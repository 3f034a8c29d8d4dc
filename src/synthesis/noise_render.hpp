// Band noise of a patch's [[noise]] tables, by spectral shaping: short frames of random-phase
// spectra whose bin magnitudes follow each band's envelope, inverse real FFT (KissFFT), Hann
// window, overlap-add at a quarter frame (Hann^2 windows at 75% overlap sum to a constant, so the
// power follows the envelopes without ripple). Band-limited by construction: only bins inside a
// band carry energy, and the Hann window's sidelobes keep the skirts low (measured in
// tests/unit/test_noise.cpp). Seeded and deterministic; frames where every band is below
// -160 dB are skipped, and in the others the bins of bands below it are left empty (their random
// phases skipped, not drawn), so attack noise costs only while it sounds.
#pragma once

#include <cstdint>
#include <span>

#include "core/patch.hpp"

namespace wane {

struct noise_render_params {
    double sample_rate_hz = 48000.0;
    double gain_db = 0.0;        ///< applied to every band
    std::uint64_t seed = 1;
    /// Frame length in seconds (rounded up to a power of two in samples); ~21 ms: short enough
    /// for attack transients, long enough for several bins in the lowest band.
    double frame_s = 0.0213;
};

/// Adds the bands' noise into out (out[n] at t = n / rate). Bands above Nyquist are clipped to it.
void add_noise_bands(std::span<const noise_band> bands, const noise_render_params& params, std::span<float> out);

/// The frame length in samples the renderer and the analysis use at a rate (power of two).
int noise_frame_size(double sample_rate_hz, double frame_s);

}  // namespace wane
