// Rendering a patch to samples: an oscillator bank of exponentially damped sinusoids (plus the
// noise bands of synthesis/noise_render.hpp).
//
// What a render is (the patch format v1 formula, evaluated at t = n / sample_rate_hz, n = 0, 1, ...):
//   y(t) = G * sum over partials k of  band_limit_gain(f_k) * A_k(t) * cos(2 pi f_k t + phase_k)
//   A_k(t): the partial's envelope (core/envelope.hpp): linear attack ramp from 0 at t = 0 to the
//           peak at attack_s, then straight dB segments;
//   G = 10^((note.gain_db + params.gain_db) / 20);
// then the last end_fade_s of the render is multiplied by a raised-cosine fade to 0.
#pragma once

#include <cstddef>
#include <cstdint>
#include <memory>
#include <optional>
#include <span>
#include <vector>

#include "core/patch.hpp"

namespace wane {

/// The output rate of a render at default settings, Hz: the one home of this default (render,
/// keymap and edit's --rate, the noise renderer's, and the peak match's default-copy render).
inline constexpr double default_output_rate_hz = 48000.0;

struct render_params {
    double sample_rate_hz = default_output_rate_hz;
    double length_s = 0.0;        ///< 0 = the patch's note.length_s
    double gain_db = 0.0;         ///< added to the patch's note.gain_db
    bool include_noise = true;
    double noise_gain_db = 0.0;
    std::uint64_t noise_seed = 1;
    /// Seed of a stereo channel's own noise (noise_render_params::own_seed; render_channels sets
    /// it); empty for a mono render.
    std::optional<std::uint64_t> own_noise_seed = std::nullopt;
};

/// Output rates the renderer accepts (the CLI validates --rate against these).
inline constexpr double min_render_rate_hz = 8000.0;
inline constexpr double max_render_rate_hz = 192000.0;

/// Band limiting: a partial at or above the output Nyquist frequency is left out; from this
/// fraction of Nyquist up to Nyquist its amplitude is faded by a raised cosine (1 -> 0).
inline constexpr double band_fade_start_fraction = 0.95;
/// Length of the raised-cosine fade at the end of every render.
inline constexpr double end_fade_s = 0.010;
/// The oscillator state is re-anchored from exact double-precision values at least this often
/// (and at every envelope segment boundary).
inline constexpr std::size_t render_anchor_frames = 1024;
/// Independent oscillator lanes per partial: lane l holds z_(n+l), all advanced by m^render_lanes,
/// so a lane runs render_anchor_frames / render_lanes float steps between exact anchors.
inline constexpr std::size_t render_lanes = 32;
/// Below this level a partial's stretch of samples is left out: far below any output format's
/// resolution (float32 output of a full-scale signal resolves ~ -150 dB).
inline constexpr level_db render_silence_level{-300.0};

/// Gain of the band-limit fade for a partial at freq_hz (one home of the formula):
///   1 below band_fade_start_fraction * nyquist, 0 at or above nyquist, and between them
///   0.5 * (1 + cos(pi * (f - f_start) / (nyquist - f_start))), continuous with continuous slope.
double band_limit_gain(double freq_hz, double sample_rate_hz);

/// Gain of the end fade at frame n of a render of total_frames (one home of the formula): 1
/// before the last fade_frames = min(total, round(end_fade_s * rate)); for the k-th of them
/// (k = 0 .. fade_frames - 1): 0.5 * (1 + cos(pi * (k + 1) / fade_frames)), so the last sample is 0.
double end_fade_gain(std::size_t n, std::size_t total_frames, double sample_rate_hz);

/// Number of frames a render lasts: round(length_s * sample_rate_hz), length_s from params or the
/// patch's note.length_s.
std::size_t render_frames(const patch& p, const render_params& params);

/// Renders the patch to mono float samples at params.sample_rate_hz. Deterministic: the same
/// patch and params give bit-identical samples, also across the AVX2 and generic kernel clones
/// (element-wise IEEE operations, no fused multiply-add, no reassociation; this holds for builds
/// without -march flags that enable FMA, as the project builds).
/// Preconditions (asserted): a valid patch, rate in [min_render_rate_hz, max_render_rate_hz],
/// render length in (0, max_length_s].
/// Noise bands (patch.noise) are added when params.include_noise (synthesis/noise_render.hpp).
std::vector<float> render_patch(const patch& p, const render_params& params);

/// Renders every channel of a patch: one vector for a mono patch (render_patch's samples), left
/// and right for a stereo one. Each channel is the render of channel_patch(p, side)
/// (core/stereo.hpp): the same kernels, per-channel levels, phases and decays. A noise band of
/// coherence c plays shared noise (seed params.noise_seed, the same in both channels) scaled by
/// sqrt(c) plus the channel's own noise (a seed of its own) scaled by sqrt(1 - c), mixed in one
/// noise pass per channel (noise_render_params::own_seed): a stereo render costs two mono renders.
/// Preconditions as render_patch's.
std::vector<std::vector<float>> render_channels(const patch& p, const render_params& params);

/// The partials of a render, one stretch of frames at a time: what render_patch gives with
/// include_noise off (end fade included), without holding the whole render (the analysis forms
/// the residual of a long file this way). A stretch starting at a multiple of
/// render_anchor_frames is bit-identical to the same frames of render_patch; others differ only
/// by float rounding (the oscillators are anchored at the stretch's first frame).
/// Preconditions as render_patch's (asserted).
class partial_renderer {
public:
    partial_renderer(const patch& p, const render_params& params);
    ~partial_renderer();
    partial_renderer(const partial_renderer&) = delete;
    partial_renderer& operator=(const partial_renderer&) = delete;
    std::size_t frames() const;  ///< render_frames(p, params)
    /// Writes frames [first_frame, first_frame + out.size()) into out; that range must lie
    /// inside [0, frames()).
    void render(std::size_t first_frame, std::span<float> out) const;
    /// Frames [first_frame, first_frame + out.size()) of render_patch(p, params) itself, noise
    /// included (synthesis/noise_render.hpp: add_noise_bands_part), p and params those this
    /// renderer was made from: bit for bit when first_frame is a multiple of render_anchor_frames.
    void render_with_noise(const patch& p, const render_params& params, std::size_t first_frame, std::span<float> out) const;

private:
    struct state;
    std::unique_ptr<state> state_;
    double sample_rate_hz_ = 0.0;
};

/// What a render will contain, for messages (cheap: no samples computed).
struct render_summary {
    std::size_t frames = 0;
    std::size_t partials_rendered = 0;      ///< below Nyquist, with a non-zero peak
    std::size_t partials_above_nyquist = 0; ///< left out: at or above the output Nyquist
    std::size_t partials_faded = 0;         ///< inside the band-limit fade zone (attenuated)
    /// Noise bands rendered (0 with include_noise off).
    std::size_t noise_bands_rendered = 0;
};
render_summary summarize_render(const patch& p, const render_params& params);

}  // namespace wane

++++++++++++++++++++

Everything above from the line containing "std::size_t frames() const;" down to the line containing "params) itself, noise" should be copied exactly, both end lines included, and nothing else.

    std::size_t frames() const;  ///< render_frames(p, params)
    /// Writes frames [first_frame, first_frame + out.size()) into out; that range must lie
    /// inside [0, frames()).
    void render(std::size_t first_frame, std::span<float> out) const;
    /// Frames [first_frame, first_frame + out.size()) of render_patch(p, params) itself, noise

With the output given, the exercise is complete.